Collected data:

// Single-node differential checks: build the node with the test builder (onnx-proto's encoder), run it in
// onnxruntime-node (the outside reference, graph optimizations off) and in pleat's evaluator in both
// precisions, and compare every output.
import { expect } from 'vitest';
import { GraphBuilder, modelBytes, T, type AttrIn } from '../helpers/build.js';
import { runOrt, maxDiff, type Feeds } from '../helpers/ort.js';
import { parseModel } from '../../src/onnx/read.js';
import { runModel } from '../../src/eval/run.js';
import type { Value } from '../../src/eval/value.js';

export interface In {
  name: string;
  dims: number[];
  data: ArrayLike<number>;
  type?: number;
  /** Held as an initializer instead of a graph input. */
  init?: boolean;
}

export interface Outcome {
  ort: Record<string, { dims: number[]; data: Float64Array }>;
  f64: Map<string, Value>;
  f32: Map<string, Value>;
}

function feedOf(i: In): Feeds[string] {
  const type = i.type ?? T.FLOAT;
  if (type === T.FLOAT) return { dims: i.dims, data: Float32Array.from(i.data) };
  if (type === T.DOUBLE) return { dims: i.dims, data: Float64Array.from(i.data) };
  if (type === T.INT64) return { dims: i.dims, data: BigInt64Array.from(Array.from(i.data, (v) => BigInt(v))) };
  if (type === T.INT32) return { dims: i.dims, data: Int32Array.from(i.data) };
  if (type === T.BOOL || type === T.UINT8) return { dims: i.dims, data: Uint8Array.from(i.data) };
  if (type === T.INT8) return { dims: i.dims, data: Int8Array.from(i.data) };
  if (type === T.INT16) return { dims: i.dims, data: Int16Array.from(i.data) };
  if (type === T.UINT16) return { dims: i.dims, data: Uint16Array.from(i.data) };
  if (type === T.UINT32) return { dims: i.dims, data: Uint32Array.from(i.data) };
  if (type === T.UINT64) return { dims: i.dims, data: BigUint64Array.from(Array.from(i.data, (v) => BigInt(v))) };
  throw new Error(`harness: no feed for type ${type}`);
}

/** Build a one-node model. Inputs named '' are omitted optional inputs. */
export function oneNode(op: string, ins: In[], attrs: Record<string, AttrIn>, outputs: string[]): GraphBuilder {
  const g = new GraphBuilder();
  for (const i of ins) {
    if (!i.name) continue;
    if (i.init) g.init(i.name, i.dims, i.data, i.type ?? T.FLOAT);
    else g.input(i.name, i.dims, i.type ?? T.FLOAT);
  }
  // an output may carry its type as 'name:int64'
  for (const o of outputs) if (o) g.output(o.split(':')[0]!, undefined, o.endsWith(':int64') ? T.INT64 : o.endsWith(':bool') ? T.BOOL : T.FLOAT);
  g.node(op, ins.map((i) => i.name), attrs, { name: `${op.toLowerCase()}_under_test`, outputs: outputs.map((o) => o.split(':')[0]!) });
  return g;
}

/** Run a built model in onnxruntime-node and in pleat (float64 and float32 modes). */
export async function runBoth(g: GraphBuilder, ins: In[], opset: number): Promise<Outcome> {
  const bytes = modelBytes(g, { opset, irVersion: opset >= 15 ? 8 : 7 });
  const feeds: Feeds = {};
  const ours = new Map<string, Value>();
  for (const i of ins) {
    if (!i.name || i.init) continue;
    feeds[i.name] = feedOf(i);
    ours.set(i.name, { type: i.type ?? T.FLOAT, dims: i.dims, data: Float64Array.from(i.data) });
  }
  const ort = await runOrt(bytes, feeds);
  const model = parseModel(bytes, '.');
  const f64 = runModel(model, ours, { precision: 'float64' });
  const f32 = runModel(model, ours, { precision: 'float32' });
  return { ort, f64, f32 };
}

/**
 * Build, run and compare: every output must have onnxruntime's dims and agree within `rel` of the output's
 * scale (float32 rounding in onnxruntime; float32 mode gets 4x the room).
 */
export async function checkOp(op: string, opset: number, ins: In[], attrs: Record<string, AttrIn> = {}, outputs = ['y'], rel = 1e-5, label = ''): Promise<Outcome> {
  const g = oneNode(op, ins, attrs, outputs);
  const res = await runBoth(g, ins, opset);
  for (const oo of outputs) {
    const o = oo.split(':')[0]!;
    if (!o) continue;
    const ref = res.ort[o]!;
    const what = `${op}@${opset} ${label} ${JSON.stringify(attrs)} output ${o}`;
    for (const [mode, vals, tol] of [['float64', res.f64, rel], ['float32', res.f32, 4 * rel]] as const) {
      const v = vals.get(o)!;
      expect(v.dims, `${what} dims (${mode})`).toEqual(ref.dims);
      const { maxAbs, scale } = maxDiff(v.data, ref.data);
      expect(maxAbs, `${what} (${mode}) maxAbs ${maxAbs} scale ${scale}`).toBeLessThanOrEqual(tol * Math.max(scale, 1e-3));
    }
    if (oo === o) expect(res.f32.get(o)!.data).toBeInstanceOf(Float32Array);
    expect(res.f64.get(o)!.data).toBeInstanceOf(Float64Array);
  }
  return res;
}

WORK TO BE COMPLETED: Write out exactly the lines above between the line with "no feed for" and the line with "type as 'name:int64'", inclusive, and nothing beyond them.

OUTPUT OF THE TASK:
  throw new Error(`harness: no feed for type ${type}`);
}

/** Build a one-node model. Inputs named '' are omitted optional inputs. */
export function oneNode(op: string, ins: In[], attrs: Record<string, AttrIn>, outputs: string[]): GraphBuilder {
  const g = new GraphBuilder();
  for (const i of ins) {
    if (!i.name) continue;
    if (i.init) g.init(i.name, i.dims, i.data, i.type ?? T.FLOAT);
    else g.input(i.name, i.dims, i.type ?? T.FLOAT);
  }
  // an output may carry its type as 'name:int64'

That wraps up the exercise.